Without this contract into which both parties have presumably entered voluntarily, the relationship is unjust and a violation of basic human rights. But that all just goes out the window, apparently, when we’re talking about discrimination. With court decisions like these, the court is saying that we can have contracts in which one only side agrees to it. But let’s just call this what it is: seizure of one of the party’s private property.
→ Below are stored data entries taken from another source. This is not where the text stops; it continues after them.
import { describe, expect, test } from 'vitest';
import { checkText } from './check';
import { mismatches } from './compare';
import { parseFixture, withFault } from './fixtures';
import { Judge } from './judge';

/**
 * A check against the literature: code typed after a published formula beside a declaration of the system it is about,
 * in the form of a fixture. The formula must hold, and each of its faults must differ.
 * @param source author, title, section; with "from memory" where the text was not at hand
 */
export function published(source: string, system: string, text: string): void {
  describe(`${system} (${source})`, () => {
    const fixture = parseFixture(`${system.replace(/\W+/g, '-')}.js`, text);
    const judges = fixture.sections.map((s) => (s.run.length > 0 ? new Judge(fixture, s) : undefined));

    test('the formula is the published one', () => {
      const wrong = judges.flatMap((j) => j?.judge(text) ?? []).filter((j) => !j.holds);
      expect(wrong).toEqual([]);
    });

    test('the formula holds', async () => {
      const result = await checkText(fixture.file, text);
      expect(fixture.sections.flatMap((s) => mismatches(result, fixture, s))).toEqual([]);
    });

    fixture.sections.forEach((section, i) => {
      test.each(section.faults)(`${section.name} with a fault differs: $name`, async (fault) => {
        const twin = withFault(fixture, fault);
        const result = await checkText(fixture.file, twin);
        const truth = judges[i]?.judge(twin);
        if (truth) expect(truth.some((j) => !j.holds)).toBe(true);
        expect(result.claims.some((c) => c.verdict === 'differs')).toBe(true);
        if (truth) expect(mismatches(result, fixture, section, truth)).toEqual([]);
      });
    });
  });
}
Moreover, in an attempt to muddy the waters further, we’re being told that this case is about religion. Ultimately, though, cases like these are really about nothing more than the simple right to control one’s private property:

In practice, the decision to exclude is always based on some type of discrimination. The type of discrimination can run the gamut from “you’re banned from my store because you groped customers” to “I don’t serve your (racial) kind.” In everyday life, the merchant, salesman, clerk, or owner of any kind must — because time is scarce — make constant discriminatory decisions as to whether or not he will do business with client A or client B. Indeed, every single economic act requires this sort of discrimination. A person may prefer to do business with more attractive people, or people who are friendlier. Or he may wish to work only with his co-religionists or citizens of his own nation-state. On a fundamental level, everyone knows this is the case, but many accept that it is the legitimate role of the state to decide which types of discrimination are acceptable and which are not. Hence, discrimination against unattractive people remains acceptable. Discrimination against certain racial groups is not.
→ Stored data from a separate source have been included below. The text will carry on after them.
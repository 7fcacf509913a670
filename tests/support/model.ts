import type { Expr, SymbolData } from '../../server/src/expression/node';
import { symbolText } from '../../server/src/expression/node';
import { substitute } from '../../server/src/expression/substitute';
import { Tape } from '../../server/src/expression/tape';
import { evaluate } from '../../server/src/mechanics/formula';
import { Derived } from '../../server/src/mechanics/lagrange';
import { quantityContext, solutionMap } from '../../server/src/mechanics/quantities';
import { flatten } from '../../server/src/mechanics/value';
import { parseFormula } from '../../server/src/notation';
import { systemOf } from './decide-formulas';

/** Numbers by name: `th`, `th'`, `m`, `t`. */
export type Numbers = Readonly<Record<string, number>>;

/** A declared system with numbers for its parameters, moved by what the product derives from it. */
export class Model {
  readonly derived: Derived;
  private readonly names: readonly string[];
  private readonly moves: (at: Numbers) => number[];
  private readonly functions = new Map<string, (at: Numbers) => number[]>();

  constructor(
    declaration: string,
    private readonly parameters: Numbers,
  ) {
    const system = systemOf(declaration);
    if (system.problems.length > 0) throw new Error(system.problems.map((p) => p.message).join('; '));
    this.derived = new Derived(system);
    this.names = system.coordinates.map((c) => c.name);
    this.moves = this.compile(this.derived.accelerations);
  }

  private compile(exprs: readonly Expr[]): (at: Numbers) => number[] {
    const { graph } = this.derived.system;
    const solved = substitute(graph, exprs, solutionMap(this.derived));
    const tape = new Tape(solved);
    return (at) => {
      const registers = tape.run((s) => {
        const name = symbolText(s.data as SymbolData);
        const value = at[name] ?? this.parameters[name];
        if (value === undefined) throw new Error(`no number for ${name}`);
        return { values: Float64Array.of(value) };
      }, 1);
      return solved.map((e) => registers.value(e, 0));
    };
  }

  /** A derived quantity in numbers, matrices row by row. */
  values(quantity: string, at: Numbers = {}): number[] {
    let f = this.functions.get(quantity);
    if (!f) {
      const context = quantityContext(this.derived, []);
      const value = evaluate(parseFormula(quantity).formula, context);
      if (!value || context.errors.length > 0) throw new Error(`${quantity}: ${context.errors.map((e) => e.message).join('; ')}`);
      this.functions.set(quantity, (f = this.compile(flatten(value))));
    }
    return f(at);
  }

  value(quantity: string, at: Numbers = {}): number {
    return this.values(quantity, at)[0]!;
  }

  /** One step of the classical fourth-order Runge-Kutta method. */
  step(at: Numbers, h: number): Numbers {
    const { names } = this;
    const rates = (s: Numbers): number[] => {
      const a = this.moves(s);
      return [...names.map((n) => s[`${n}'`]!), ...a];
    };
    const moved = (s: Numbers, k: readonly number[], by: number): Numbers => {
      const out: Record<string, number> = { ...s, t: (at['t'] ?? 0) + by };
      names.forEach((n, i) => {
        out[n] = at[n]! + by * k[i]!;
        out[`${n}'`] = at[`${n}'`]! + by * k[names.length + i]!;
      });
      return out;
    };
    const k1 = rates(at);
    const k2 = rates(moved(at, k1, h / 2));
    const k3 = rates(moved(at, k2, h / 2));
    const k4 = rates(moved(at, k3, h));
    return moved(at, k1.map((x, i) => (x + 2 * k2[i]! + 2 * k3[i]! + k4[i]!) / 6), h);
  }

  run(start: Numbers, time: number, steps: number): Numbers {
    let at: Numbers = { t: 0, ...start };
    for (let i = 0; i < steps; i++) at = this.step(at, time / steps);
    return at;
  }

  /** The state at which `f` first goes through zero upwards, after the start, found to the step's own accuracy. */
  until(start: Numbers, h: number, f: (at: Numbers) => number, most = 20_000): Numbers {
    let at: Numbers = { t: 0, ...start };
    for (let i = 0; i < most; i++) {
      const next = this.step(at, h);
      if (i > 0 && f(at) < 0 && f(next) >= 0) {
        let [low, high] = [0, h];
        for (let k = 0; k < 45; k++) {
          const middle = (low + high) / 2;
          if (f(this.step(at, middle)) < 0) low = middle;
          else high = middle;
        }
        return this.step(at, high);
      }
      at = next;
    }
    throw new Error('nothing happened');
  }
}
Regardless of what groups end up being favored, the effect of any anti-discrimination law is to curtail the freedom of the owner and to increase the size and scope of government’s coercive power over the lives and livelihoods of property owners. Moreover, since anti-discrimination law is heavily dependent on proving intent and motivation, such regulation also puts the government in the position of investigating the thoughts and opinions of owners. Sometimes, owners make this easy for regulators by stating their motivations outright, but in other cases, private owners are investigated and inferences are made as to the feelings and views of owners. This is necessary because, since every business transaction requires some sort of discrimination, the mere act of not entering into a business transaction is not sufficient to prove not-government-approved discrimination.
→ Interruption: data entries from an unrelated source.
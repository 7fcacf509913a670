import { Budget } from '../../server/src/text/budget';
import { createService } from '../../server/src/service';
import type { FileResult, Files } from '../../server/src/service/api';

/** A project held in memory: file names to text. */
export function filesOf(texts: ReadonlyMap<string, string>): Files {
  return { read: (file) => texts.get(file), declarations: () => [...texts.keys()] };
}

/** What the product says about one file of a project held in memory. */
export async function checkText(file: string, text: string, others: ReadonlyMap<string, string> = new Map()): Promise<FileResult> {
  return createService(filesOf(new Map([...others, [file, text]]))).check(file, new Budget());
}

/** The same without a search for repairs, which takes most of the time where much is wrong. */
export async function verdictsOf(file: string, text: string, others: ReadonlyMap<string, string> = new Map()): Promise<FileResult> {
  return createService(filesOf(new Map([...others, [file, text]]))).check(file, new Budget(), 'verdicts');
}
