"""Runs fixture code with numbers, for tests only: requests are lines of JSON on standard input, answers on standard output."""

import ast
import importlib.abc
import importlib.util
import json
import math
import sys
import types

FILE = "<fixture>"


class Constants(ast.NodeTransformer):
    """Literals of declared constants give way to drawn numbers."""

    def __init__(self, names):
        self.names = names

    def known(self, name, value):
        if name not in self.names or not isinstance(value, ast.Constant) or type(value.value) not in (int, float):
            return value
        made = ast.Call(ast.Name("__known", ast.Load()), [ast.Constant(name)], [])
        return ast.copy_location(made, value)

    @staticmethod
    def name_of(target):
        if isinstance(target, ast.Name):
            return target.id
        return target.attr if isinstance(target, ast.Attribute) else ""

    def visit_Assign(self, node):
        self.generic_visit(node)
        if len(node.targets) == 1:
            node.value = self.known(self.name_of(node.targets[0]), node.value)
        return node

    def visit_AnnAssign(self, node):
        self.generic_visit(node)
        if node.value is not None:
            node.value = self.known(self.name_of(node.target), node.value)
        return node

    def visit_Dict(self, node):
        self.generic_visit(node)
        node.values = [self.known(k.value if isinstance(k, ast.Constant) else "", v) for k, v in zip(node.keys, node.values)]
        return node


class Project(importlib.abc.MetaPathFinder, importlib.abc.Loader):
    """Imports from the other files of the fixture folder, held in memory."""

    def __init__(self, files, package):
        self.files = files
        self.package = package

    def find_spec(self, name, path=None, target=None):
        base = "/".join(name.split("."))
        for at in (f"{self.package}/{base}" if self.package else base, base):
            for file in (f"{at}.py", f"{at}/__init__.py"):
                if file in self.files:
                    spec = importlib.util.spec_from_loader(name, self, is_package=file.endswith("__init__.py"))
                    spec.loader_state = file
                    return spec
            if any(f.startswith(f"{at}/") for f in self.files):
                spec = importlib.util.spec_from_loader(name, self, is_package=True)
                spec.loader_state = None
                return spec
        return None

    def exec_module(self, module):
        file = module.__spec__.loader_state
        if file is not None:
            exec(compile(self.files[file], file, "exec"), module.__dict__)


def primed(name):
    return name.replace("'", "") + (f"_{name.count(chr(39))}" if "'" in name else "")


class Ways:
    """The last values of watched local variables."""

    def __init__(self, names):
        self.names = names
        self.seen = {}

    def __call__(self, frame, event, argument):
        if event == "return" and frame.f_code.co_filename == FILE and frame.f_code.co_name != "<module>":
            values = frame.f_locals
            for name in self.names:
                if name in values and (name not in self.seen or frame.f_code.co_name[0] != "<"):
                    self.seen[name] = values[name]


def number(value):
    if hasattr(value, "item"):
        value = value.item()
    if isinstance(value, (list, tuple)) and len(value) == 1:
        return number(value[0])
    value = float(value)
    return value if math.isfinite(value) else None


def load(request, known):
    tree = Constants(set(request["constants"])).visit(ast.parse(request["text"]))
    module = types.ModuleType(request["module"])
    module.__package__ = request["module"].rpartition(".")[0]
    module.__dict__["__known"] = known.__getitem__
    sys.modules[module.__name__] = module
    exec(compile(ast.fix_missing_locations(tree), FILE, "exec"), module.__dict__)
    return module


def answer(request):
    finder = Project(request["others"], request["root"])
    sys.meta_path.insert(0, finder)
    before = set(sys.modules)
    try:
        found = []
        setup = compile("\n".join(request["setup"]), "<run>", "exec")
        call = compile(request["call"].strip(), "<run>", "eval")
        lefts = [compile(left.strip(), "<claim>", "eval") for left in request["lefts"]]
        for values in request["values"]:
            known = dict(zip(request["symbols"], values))
            module = load(request, known)
            scope = dict(module.__dict__)
            scope.update({primed(k): v for k, v in known.items() if k in request["given"]})
            exec(setup, scope)
            starts = [eval(left, scope) if op != "=" else 0 for left, op in zip(lefts, request["ops"])]
            ways = Ways(request["watched"])
            sys.setprofile(ways)
            try:
                scope["return_"] = eval(call, scope)
            finally:
                sys.setprofile(None)
            scope.update(ways.seen)
            row = []
            for left, start, op in zip(lefts, starts, request["ops"]):
                value = eval(left, scope)
                row.append(number(value if op == "=" else value - start))
            found.append(row)
        return {"values": found}
    except BaseException as error:
        return {"error": f"{type(error).__name__}: {error}"}
    finally:
        sys.meta_path.remove(finder)
        for name in set(sys.modules) - before:
            if isinstance(getattr(sys.modules[name].__spec__, "loader", None), Project) or name == request["module"]:
                del sys.modules[name]


def main():
    import warnings

    warnings.simplefilter("ignore")
    out = sys.stdout
    sys.stdout = sys.stderr
    for line in sys.stdin:
        out.write(json.dumps(answer(json.loads(line))) + "\n")
        out.flush()


main()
And even from a consequentialist angle, there is no real “cost” on the party being refused service. In this case, the refused party merely needs to drive down the road to one of dozens of similar bakeries in the Denver metropolitan area. But even if there were no other bakery in town (which is untrue of any community but the tiniest) the answer to this is to encourage more commercial freedom. Restricting commercial freedom merely produced the opposite effect of producing fewer bakeries:

Thus, those who wish to lessen the negative effects of discrimination on consumers ought to concentrate on expanding the economic options for those who face discrimination. This is done through deregulation of industry and the elimination of corporate welfare and other anti-market programs and regulations that favor incumbent and semi-monopolist firms. Unfortunately, however, those who favor regulation of discrimination also tend to favor government regulation in general, including wage rates, employment practices, lending practices, food “purity,” and nearly everything else, in spite of the fact that the sum effect of such regulations is to prevent the entry of new firms into the market place while protecting the standing of large politically-powerful firms. The result is fewer merchants, fewer firms, fewer jobs, and more monopoly power which leads precisely to the negative discrimination-imposed burdens that the pro-regulation lobby claims to be fighting against.